In its order Tuesday, the Paramount Court noted, “The lower courts also made clear that Senator Graham may return to the District Court should object ti arise regarding the application of the Speech or Debate Clause immunity to specific questions. “

“Accordingly, a stay or injunction is not fated to safeguard the Senator’s Speech or Debate Clause immunity.”

Graham’s lawyer, Donald McGahn, did not immediately respond to a requisition for comment on the Supreme Court’s action.

In a statement, Graham’s office said, “Today, the Supreme Court confirmed that the Constitution’s Speaking or Debate Clause applies here. They also affirmed that Senator Graham ‘may return to the District Court’ if the Department Attorney tries to ask questions about his constitutionally protected activities.”
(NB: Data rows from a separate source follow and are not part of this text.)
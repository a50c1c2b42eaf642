"""The policy-change loop end to end: live traffic on a real two-worker server with capture on,
then ``preview`` of two versions over that capture, against what the service answered live.

The same requests (logits, histories, seeds) are served twice, once under prompt-book@3 and
once under prompt-book@4, and the first run is captured. A preview of both versions over the
capture must reproduce the live statistics of each run: the replay is exact (float16 logits,
stored as float16), so every statistic equals the live one and lies inside its bootstrap
interval, and the live difference between the versions lies inside the preview's paired
interval. The live statistics are computed here from the answers with numpy, independently of
the preview's own code."""

from __future__ import annotations

from pathlib import Path
from typing import Any

import numpy as np
import pytest
from conftest import DEMO_KEYS, start_server, stop_server

from service.client import Client, PickReply
from service.preview.replay import preview_capture
from service.registry import load_registry
from service.shards import read_shard, shard_files

VOCAB = 4096
REQUESTS = 150
ROWS = 2  # rows per request


def traffic() -> list[tuple[np.ndarray, list[list[int]], int]]:
    """Requests with kept sets of every size: sharp and flat rows, penalised histories."""
    rng = np.random.default_rng(2026)
    out = []
    for i in range(REQUESTS):
        scale = rng.uniform(0.3, 6.0, size=(ROWS, 1))
        logits = (rng.standard_normal((ROWS, VOCAB)) * scale).astype(np.float16)
        history = [rng.integers(0, VOCAB, size=rng.integers(0, 40)).tolist() for _ in range(ROWS)]
        out.append((logits, history, 10_000 + i))
    return out


def serve_run(registry: Path, version: int, capture: Path | None) -> list[PickReply]:
    routes = (
        "clients:\n  prompt-book-app:\n"
        f"    arms: [{{policy: prompt-book@{version}, weight: 100}}]\n"
        + ("    capture: {rate: 1.0, max_mb: 200}\n" if capture is not None else "")
    )
    (registry / "routes.yaml").write_text(routes)
    env = {"KEEPSET_CAPTURE_DIR": str(capture)} if capture is not None else {}
    server = start_server(registry, workers=2, **env)
    try:
        with Client(server.base_url, DEMO_KEYS["prompt-book-app"], dtype="float16") as client:
            replies = [client.pick(x, seed=s, history=h) for x, h, s in traffic()]
    finally:
        stop_server(server)  # the capture writes what it holds at shutdown
    assert {r.version for r in replies} == {version}
    return replies


def live_statistics(replies: list[PickReply]) -> dict[str, float]:
    rows = [row for reply in replies for row in reply.rows]
    kept = np.array([r.kept for r in rows])
    return {
        "kept_median": float(np.percentile(kept, 50)),
        "kept_p10": float(np.percentile(kept, 10)),
        "kept_p90": float(np.percentile(kept, 90)),
        "single_share": float(np.mean(kept == 1)),
        "entropy_model": float(np.mean([r.entropy for r in rows])),
        "kept_mass": float(np.mean([r.kept_mass for r in rows])),
        "fallback_rate": float(np.mean([r.fallback is not None for r in rows])),
    }


@pytest.fixture(scope="module")
def loop(tmp_path_factory: pytest.TempPathFactory) -> dict[str, Any]:
    import shutil

    from conftest import ROOT

    base = tmp_path_factory.mktemp("loop")
    registry = base / "policies"
    shutil.copytree(ROOT / "policies", registry)
    capture = base / "capture"
    capture.mkdir()
    live3 = serve_run(registry, 3, capture)
    live4 = serve_run(registry, 4, None)
    shards = [read_shard(p) for p in shard_files(capture)]
    report = preview_capture(
        shards, ["prompt-book@3", "prompt-book@4"], load_registry(registry), seed=0
    ).as_json()
    return {"live": {3: live_statistics(live3), 4: live_statistics(live4)}, "report": report}


def test_the_capture_holds_every_served_row(loop: dict[str, Any]) -> None:
    report = loop["report"]
    assert report["rows"] == REQUESTS * ROWS
    served = report["served"]["prompt-book@3"]
    assert served["rows"] == REQUESTS * ROWS
    assert served["same_token"] == 1.0  # float16 logits replay bit for bit
    assert served.get("rows", 0) and report["served"]["prompt-book@4"]["rows"] == 0


@pytest.mark.parametrize("version", [3, 4])
def test_preview_reproduces_each_versions_live_statistics(
    loop: dict[str, Any], version: int
) -> None:
    live = loop["live"][version]
    previewed = loop["report"]["statistics"][f"prompt-book@{version}"]
    for name, value in live.items():
        interval = previewed[name]
        assert interval["value"] == pytest.approx(value, rel=1e-5, abs=1e-9), name
        assert interval["low"] - 1e-9 <= value <= interval["high"] + 1e-9, name


def test_the_live_difference_lies_in_the_paired_interval(loop: dict[str, Any]) -> None:
    live3, live4 = loop["live"][3], loop["live"][4]
    difference = loop["report"]["differences"]["prompt-book@4"]
    for name in ("kept_median", "single_share", "kept_mass", "fallback_rate"):
        observed = live4[name] - live3[name]
        assert difference[name]["value"] == pytest.approx(observed, rel=1e-5, abs=1e-9), name
        assert difference[name]["low"] - 1e-9 <= observed <= difference[name]["high"] + 1e-9
    # The versions differ on this traffic (typical vs min_p), so the check has something to see.
    assert live3["kept_median"] != live4["kept_median"]
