"""The bundled language model and its runner (onnxruntime, tokenizers and numpy only).

``service.model.build`` makes the bundled model and is the only module that uses PyTorch; it is
never imported by the service.
"""

from service.model.runner import (
    BUNDLED,
    Continuation,
    Model,
    ModelError,
    ModelInfo,
    Perplexity,
    PromptError,
    PromptTooLong,
    Step,
    StepFn,
    held_out_perplexity,
    load,
)

__all__ = [
    "BUNDLED",
    "Continuation",
    "Model",
    "ModelError",
    "ModelInfo",
    "Perplexity",
    "PromptError",
    "PromptTooLong",
    "Step",
    "StepFn",
    "held_out_perplexity",
    "load",
]
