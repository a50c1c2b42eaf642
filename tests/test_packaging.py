"""The built wheel works outside the checkout: what ``pip install keepset`` gives an operator
(the package, its bundled model) serves a registry and keys from the working directory."""

from __future__ import annotations

import os
import shutil
import subprocess
import sys
import time
import zipfile
from pathlib import Path

import httpx
from conftest import ROOT, auth, free_port


def test_wheel_serves_prompts_outside_the_checkout(tmp_path: Path) -> None:
    built = subprocess.run(
        [
            sys.executable,
            "-m",
            "pip",
            "wheel",
            "--no-deps",
            "-w",
            str(tmp_path / "dist"),
            str(ROOT),
        ],
        capture_output=True,
        text=True,
        timeout=300,
    )
    assert built.returncode == 0, built.stderr
    (wheel,) = (tmp_path / "dist").glob("keepset-*.whl")
    names = zipfile.ZipFile(wheel).namelist()
    for needed in ("model.onnx", "tokenizer.json", "model.json", "MODEL_CARD.md"):
        assert f"service/model/bundled/{needed}" in names
    assert not any(n.startswith(("tests/", "loadtest/", "policies/")) for n in names)

    site = tmp_path / "site"
    zipfile.ZipFile(wheel).extractall(site)
    # An operator's working directory: a registry and a keys file, nothing of the checkout.
    work = tmp_path / "srv"
    shutil.copytree(ROOT / "policies", work / "policies")
    (work / "deploy").mkdir()
    shutil.copy(ROOT / "deploy" / "demo-keys.yaml", work / "deploy" / "demo-keys.yaml")
    env = {
        **{k: v for k, v in os.environ.items() if not k.startswith("KEEPSET_")},
        "PYTHONPATH": str(site),  # ahead of the editable install of the checkout
        "KEEPSET_PORT": str(port := free_port()),
        "KEEPSET_LOG_LEVEL": "warning",
    }
    where = subprocess.run(
        [sys.executable, "-c", "import service; print(service.__file__)"],
        cwd=work,
        env=env,
        capture_output=True,
        text=True,
        timeout=60,
    )
    assert where.stdout.strip().startswith(str(site)), where.stdout + where.stderr

    log = (tmp_path / "serve.log").open("wb")
    server = subprocess.Popen(
        [sys.executable, "-m", "service.cli", "serve"], cwd=work, env=env, stdout=log, stderr=log
    )
    try:
        base = f"http://127.0.0.1:{port}"
        # A fresh install compiles the sampling kernel (about 30 s here) before it is ready.
        deadline = time.monotonic() + 120
        while True:
            assert server.poll() is None, (tmp_path / "serve.log").read_text()
            try:
                if httpx.get(f"{base}/readyz", timeout=1).status_code == 200:
                    break
            except httpx.HTTPError:
                pass
            assert time.monotonic() < deadline, (tmp_path / "serve.log").read_text()
            time.sleep(0.2)
        answer = httpx.post(
            f"{base}/v1/continue",
            json={"prompt": "Enter a messenger.", "seed": 1, "budget": 8},
            headers=auth("usher-desk"),
            timeout=30,
        )
        assert answer.status_code == 200, answer.text
        assert answer.json()["policy"] == "box-office"
    finally:
        server.terminate()
        server.wait(timeout=15)
        log.close()
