"""The clients' hand-written HTTP/1.1 exchange over a Unix socket, sync and asyncio, against a
scripted server on a real socket: the request bytes it writes, each form of answer body
HTTP/1.1 allows (RFC 9112 section 6: Content-Length, chunked, up to the close), interim
answers, connection reuse and replacement, and every broken answer as httpx's
RemoteProtocolError, never a hang or a wrong body. Answers arrive split at arbitrary points
(hypothesis), as a stream socket may deliver them."""

from __future__ import annotations

import asyncio
import contextlib
import itertools
import shutil
import signal
import socket
import tempfile
import threading
import time
from collections.abc import Iterator
from pathlib import Path

import httpx
import pytest
from hypothesis import given, settings
from hypothesis import strategies as st

from service.unix_posts import (
    Answer,
    AsyncUnixPoster,
    ProtocolError,
    UnixPoster,
    _whole_answer,
    read_answer,
)


class Scripted:
    """A Unix socket server that answers each request with the next scripted answer, written
    in the given pieces, and closes the connection after it when told to."""

    def __init__(self, path: Path):
        self.path = path
        self.script: list[tuple[list[bytes | float], bool]] = []
        self.requests: list[bytes] = []
        self.connections = 0
        self._open: list[socket.socket] = []
        self._listener = socket.socket(socket.AF_UNIX, socket.SOCK_STREAM)
        self._listener.bind(str(path))
        self._listener.listen(8)
        self._listener.settimeout(10)
        self._thread = threading.Thread(target=self._serve, daemon=True)
        self._thread.start()

    def answer(self, pieces: list[bytes | float] | bytes, close: bool = False) -> None:
        """Queue the answer to the next request: bytes to write, or seconds to wait first."""
        self.script.append(([pieces] if isinstance(pieces, bytes) else pieces, close))

    def _serve(self) -> None:
        while True:
            try:
                conn, _ = self._listener.accept()
            except OSError:
                return
            self.connections += 1
            self._open.append(conn)
            with conn, contextlib.suppress(OSError):
                conn.settimeout(10)
                while self._one(conn):
                    pass

    def _one(self, conn: socket.socket) -> bool:
        data = b""
        while b"\r\n\r\n" not in data:
            more = conn.recv(65536)
            if not more:
                return False
            data += more
        head, _, body = data.partition(b"\r\n\r\n")
        length = next(
            int(line.split(b":")[1])
            for line in head.split(b"\r\n")
            if line.lower().startswith(b"content-length:")
        )
        while len(body) < length:
            body += conn.recv(65536)
        self.requests.append(head + b"\r\n\r\n" + body)
        pieces, close = self.script.pop(0)
        for piece in pieces:
            if isinstance(piece, float):
                time.sleep(piece)
            else:
                conn.sendall(piece)
        return not close

    def close(self) -> None:
        # shutdown, not just close: it wakes the thread blocked in accept() or recv().
        for conn in [*self._open, self._listener]:
            with contextlib.suppress(OSError):
                conn.shutdown(socket.SHUT_RDWR)
        self._listener.close()
        self._thread.join(timeout=10)
        assert not self._thread.is_alive()


@pytest.fixture
def server() -> Iterator[Scripted]:
    folder = Path(tempfile.mkdtemp(prefix="ks-posts-", dir="/tmp"))
    scripted = Scripted(folder / "s.sock")
    yield scripted
    scripted.close()
    shutil.rmtree(folder)


Call = tuple[str, bytes, str]
Result = tuple[int, bytes] | Exception
PLAIN: Call = ("/x", b"", "text/plain")
KINDS = pytest.mark.parametrize("kind", ["sync", "async"])


def run_posts(kind: str, server: Scripted, calls: list[Call], timeout: float = 5.0) -> list[Result]:
    """``calls`` one after another through one poster of ``kind`` (the async one in one event
    loop, as a client's connections live in theirs); each answer or exception, in order."""
    headers = {"Authorization": "Bearer k-1"}
    out: list[Result] = []
    if kind == "sync":
        posts = UnixPoster(str(server.path), "keepset", headers, timeout)
        for call in calls:
            try:
                out.append(posts.post(*call))
            except Exception as exc:
                out.append(exc)
        posts.close()
        return out

    async def in_one_loop() -> list[Result]:
        posts = AsyncUnixPoster(str(server.path), "keepset", headers, timeout)
        for call in calls:
            try:
                out.append(await posts.post(*call))
            except Exception as exc:
                out.append(exc)
        await posts.aclose()
        return out

    return asyncio.run(in_one_loop())


OK = b'HTTP/1.1 200 OK\r\ncontent-length: 7\r\ncontent-type: application/json\r\n\r\n{"a":1}'
ANSWERED = (200, b'{"a":1}')


@KINDS
def test_request_bytes_and_a_kept_connection(kind: str, server: Scripted) -> None:
    server.answer(OK)
    server.answer(OK)
    calls = [("/v1/pick", b"{}", "application/json"), ("/v1/pick", b"[1]", "application/json")]
    assert run_posts(kind, server, calls) == [ANSWERED, ANSWERED]
    assert server.connections == 1
    assert server.requests[0] == (
        b"POST /v1/pick HTTP/1.1\r\nHost: keepset\r\nAuthorization: Bearer k-1\r\n"
        b"Content-Type: application/json\r\nContent-Length: 2\r\n\r\n{}"
    )


@KINDS
def test_a_large_body_arrives_whole(kind: str, server: Scripted) -> None:
    body = bytes(range(256)) * 4096  # 1 MiB: written after the head, not joined to it
    server.answer(OK)
    assert run_posts(kind, server, [("/v1/pick", body, "application/x-npy")]) == [ANSWERED]
    assert server.requests[0].endswith(b"\r\n\r\n" + body)


@KINDS
def test_chunked_interim_and_until_close_bodies(kind: str, server: Scripted) -> None:
    chunked = (
        b"HTTP/1.1 200 OK\r\nTransfer-Encoding: chunked\r\n\r\n"
        b"4;ext=1\r\nkeep\r\n4\r\nset \r\nE\r\nrows\r\n\r\nwhole.\r\n0\r\nX-Tail: 1\r\n\r\n"
    )
    server.answer(chunked)
    server.answer(b"HTTP/1.1 100 Continue\r\n\r\n" + OK)
    server.answer(b"HTTP/1.1 200 OK\r\nconnection: close\r\n\r\nto the end", close=True)
    server.answer(b"HTTP/1.1 204 No Content\r\n\r\n")
    # Sizes worked by hand: 4 + 4 + 0xE (14: "rows", CRLF CRLF, "whole."), a chunk extension
    # and a trailer, both to be skipped.
    assert run_posts(kind, server, [PLAIN] * 4) == [
        (200, b"keepset rows\r\n\r\nwhole."),
        ANSWERED,
        (200, b"to the end"),
        (204, b""),
    ]
    assert server.connections == 2  # the body that ran to the close needed a new connection


@KINDS
def test_connection_close_header_and_a_closed_kept_connection(kind: str, server: Scripted) -> None:
    said = b"HTTP/1.1 200 OK\r\nContent-Length: 2\r\nConnection: close\r\n\r\nhi"
    server.answer(said, close=True)
    server.answer(OK, close=True)  # closed by the server after answering, without saying so
    server.answer(OK)
    # The server closed the kept connection: noticed before sending, so the request is sent once.
    assert run_posts(kind, server, [PLAIN] * 3) == [(200, b"hi"), ANSWERED, ANSWERED]
    assert (server.connections, len(server.requests)) == (3, 3)


@KINDS
@pytest.mark.parametrize(
    "answer, words",
    [
        (b"SMTP 220 hello\r\n\r\n", "status line"),
        (b"HTTP/1.1 2x0 OK\r\n\r\n", "status line"),
        (b"HTTP/1.1 200 OK\r\nno colon here\r\n\r\n", "header line"),
        (b"HTTP/1.1 200 OK\r\nContent-Length: -3\r\n\r\n", "Content-Length"),
        (b"HTTP/1.1 200 OK\r\nContent-Length: 10\r\n\r\nshort", "bytes short"),
        (b"HTTP/1.1 200 OK\r\nTransfer-Encoding: chunked\r\n\r\nzz\r\n", "chunk size"),
        (b"HTTP/1.1 200 OK\r\nTransfer-Encoding: chunked\r\n\r\n2\r\nabXY", "CRLF"),
        (b"HTTP/1.1 200 OK\r\nContent-Le", "before an answer"),
        (b"HTTP/1.1 200 OK\r\nX-Big: " + b"a" * 70_000, "over 65536"),
    ],
)
def test_broken_answers_are_protocol_errors(
    kind: str, server: Scripted, answer: bytes, words: str
) -> None:
    server.answer(answer, close=True)
    server.answer(OK)
    broken, fresh = run_posts(kind, server, [PLAIN, PLAIN])
    assert isinstance(broken, httpx.RemoteProtocolError) and words in str(broken), broken
    assert fresh == ANSWERED  # on a fresh connection


@KINDS
def test_no_answer_is_a_read_timeout_and_no_server_a_connect_error(
    kind: str, server: Scripted
) -> None:
    server.answer(b"HTTP/1.1 200 OK\r\n")  # the head never ends
    [late] = run_posts(kind, server, [PLAIN], timeout=0.3)
    assert isinstance(late, httpx.ReadTimeout), late
    server.path.unlink()  # nobody listens at the path any more
    [gone] = run_posts(kind, server, [PLAIN])
    assert isinstance(gone, httpx.ConnectError), gone


class Interrupted(BaseException):
    """What Ctrl-C is to a caller: not an Exception, raised in the middle of anything."""


def test_an_interrupted_exchange_never_answers_the_next_request(server: Scripted) -> None:
    """An answer still on its way when the caller was interrupted arrives on a connection the
    poster has dropped: the next request gets its own answer, not that one."""
    late = b"HTTP/1.1 200 OK\r\ncontent-length: 4\r\n\r\nlate"
    server.answer([0.5, late])
    server.answer(OK)
    server.answer([0.5, late])
    server.answer(OK)

    def interrupt(signum: int, frame: object) -> None:
        raise Interrupted

    posts = UnixPoster(str(server.path), "keepset", {}, 5.0)
    previous = signal.signal(signal.SIGALRM, interrupt)
    try:
        signal.setitimer(signal.ITIMER_REAL, 0.1)
        with pytest.raises(Interrupted):
            posts.post(*PLAIN)
    finally:
        signal.setitimer(signal.ITIMER_REAL, 0)
        signal.signal(signal.SIGALRM, previous)
    assert posts.post(*PLAIN) == ANSWERED
    posts.close()

    async def cancelled_then_next() -> Result:
        posts = AsyncUnixPoster(str(server.path), "keepset", {}, 5.0)
        with pytest.raises(TimeoutError):
            await asyncio.wait_for(posts.post(*PLAIN), 0.1)
        answered = await posts.post(*PLAIN)
        await posts.aclose()
        return answered

    assert asyncio.run(cancelled_then_next()) == ANSWERED


@pytest.mark.parametrize("poster", [UnixPoster, AsyncUnixPoster])
def test_a_key_with_a_line_break_is_refused(poster: type) -> None:
    with pytest.raises(ValueError, match="line break"):
        poster("/nowhere", "keepset", {"Authorization": "Bearer a\r\nX-Admin: 1"}, 1.0)


@settings(max_examples=40, deadline=None)
@given(
    cuts=st.lists(st.integers(min_value=1, max_value=300), max_size=12),
    chunked=st.booleans(),
    kind=st.sampled_from(["sync", "async"]),
)
def test_answers_split_anywhere_read_the_same(cuts: list[int], chunked: bool, kind: str) -> None:
    body = b'{"rows": [' + b'{"token": 7, "kept": 50}, ' * 20 + b"{}]}"
    if chunked:
        answer = b"HTTP/1.1 200 OK\r\ntransfer-encoding: chunked\r\n\r\n"
        answer += b"".join(b"%x\r\n%s\r\n" % (len(p), p) for p in (body[:100], body[100:]))
        answer += b"0\r\n\r\n"
    else:
        answer = b"HTTP/1.1 200 OK\r\ncontent-length: %d\r\n\r\n%s" % (len(body), body)
    pieces, at = [], 0
    for cut in cuts:
        pieces.append(answer[at : at + cut])
        at += cut
    pieces.append(answer[at:])
    folder = Path(tempfile.mkdtemp(prefix="ks-posts-", dir="/tmp"))
    scripted = Scripted(folder / "s.sock")
    try:
        scripted.answer([p for p in pieces if p])
        assert run_posts(kind, scripted, [PLAIN]) == [(200, body)]
    finally:
        scripted.close()
        shutil.rmtree(folder)


def _read_whole_stream(data: bytes) -> Answer | str:
    """What the generator makes of ``data`` followed by the end of the stream."""
    reader = read_answer()
    next(reader)
    try:
        reader.send(data)
        reader.send(b"")
    except StopIteration as done:
        answer: Answer = done.value
        return answer
    except ProtocolError as exc:
        return f"error: {exc}"
    return "wants more"


def test_a_whole_answer_in_one_read_is_read_as_the_generator_reads_it() -> None:
    """The shortcut for an answer that arrives whole (``_whole_answer``) either declines or
    gives exactly what ``read_answer`` gives for the same bytes: every status, set of up to
    three framing headers, body and bytes after the answer below."""
    statuses = [b"200 OK", b"404 Not Found", b"204 No Content", b"100 Continue"]
    header_lines = [
        b"content-type: application/json",
        b"Connection: close",
        b"connection: keep-alive",
        b"Transfer-Encoding: chunked",
        b"Content-Length: 7",
        b"content-length: 8",
        b"content-length: x",
    ]
    bodies = [b"", b'{"a":1}', b'{"a":12}', b"0\r\n\r\n"]
    taken = 0
    for count in range(4):
        for headers in itertools.combinations(header_lines, count):
            for status, body, then in itertools.product(statuses, bodies, [b"", OK]):
                data = b"HTTP/1.1 " + status + b"\r\n" + b"".join(h + b"\r\n" for h in headers)
                data += b"\r\n" + body + then
                whole = _whole_answer(data)
                if whole is not None:
                    taken += 1
                    assert whole == _read_whole_stream(data), data
    assert taken > 0


def test_the_shortcut_takes_a_plain_answer() -> None:
    """It is a shortcut only if it takes the usual answer: a status, headers, a
    Content-Length body and nothing after it."""
    assert _whole_answer(OK) == Answer(200, b'{"a":1}', True)
    closing = OK.replace(b"\r\n\r\n", b"\r\nConnection: close\r\n\r\n")
    assert _whole_answer(closing) == Answer(200, b'{"a":1}', False)
    assert _whole_answer(OK[:-1]) is None  # a body still on its way
    assert _whole_answer(OK + OK) is None  # something after it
“The Senator’s legal team intends to engage with the Quarter Attorney’s office on next steps to ensure respect for this constitutional immunity,” the statement said.

Graham has been duel to block the subpoena since July, when the grand jury demanded not only his testimony but also that of the attorney Rudy Giuliani and other colleagues of Trump’s campaign legal team.

In September, a federal judge in South Carolina denied Graham’s challenge to the subpoena, expos that Fulton County District Attorney Fani Willis “has shown extraordinary circumstances and a special need for Senator Graham’s statement” about “alleged attempts to influence or disrupt” Georgia’s elections.

But Judge Leigh Martin May limited the scope of the subpoena, report Graham could not be questioned about “investigatory fact-finding on telephone calls to Georgia election officials,” because such interest would fall under the protection of the Constitution’s Speech or Debate Clause.

On Oct. 20, a panel of judges on the 11th Circuit U.S. Court of Tempts unanimously rejected Graham’s request to block the execution of the subpoena pending his appeal of the lower court’s ruling.

The charms panel said Graham had “failed to demonstrate that he is likely to succeed on the merits of his appeal.”

The panel also explained that “there is significant dispute about whether his phone calls with Georgia election officials were legislative examinations at all.”

A day after that loss, Graham asked Thomas, the Supreme Court justice who has authority over emergency applications from 11th Bound cases, to temporarily block the subpoena. Thomas did so on Oct. 24.

On Thursday, the Fulton County D.A.’s office filed an opposition to further bog down of the subpoena, arguing that Graham had “no significant likelihood” of winning any appeal of May’s order. The D.A.’s filing also said “the lacuna resulting from a stay would be unavoidably harmful to the administration of its investigation.”

The filing noted “almost immediately” after Graham’s names to Raffensperger and his staff “became public knowledge, there was considerable public dispute among the participants as to what just Senator
Graham had said during the calls.”

“Secretary Raffensperger said that Senator Graham suggested that Georgia could discard or invalidate weighty numbers of mail-in ballots from certain areas,” the filing said.

“Secretary Raffensperger has also noted that, on the notwithstanding day Senator Graham called him, attorney Lin Wood filed a lawsuit challenging the legality of Georgia’s signature verification ways, and former President Trump tweeted criticism of Georgia’s signature verification methods. Secretary Raffensperger found the structure significant in light of his conversation with the Senator.”

Grahams has contradicted Raffensperger’s version of events, saying he never made plans of invalidating ballots, the filing noted.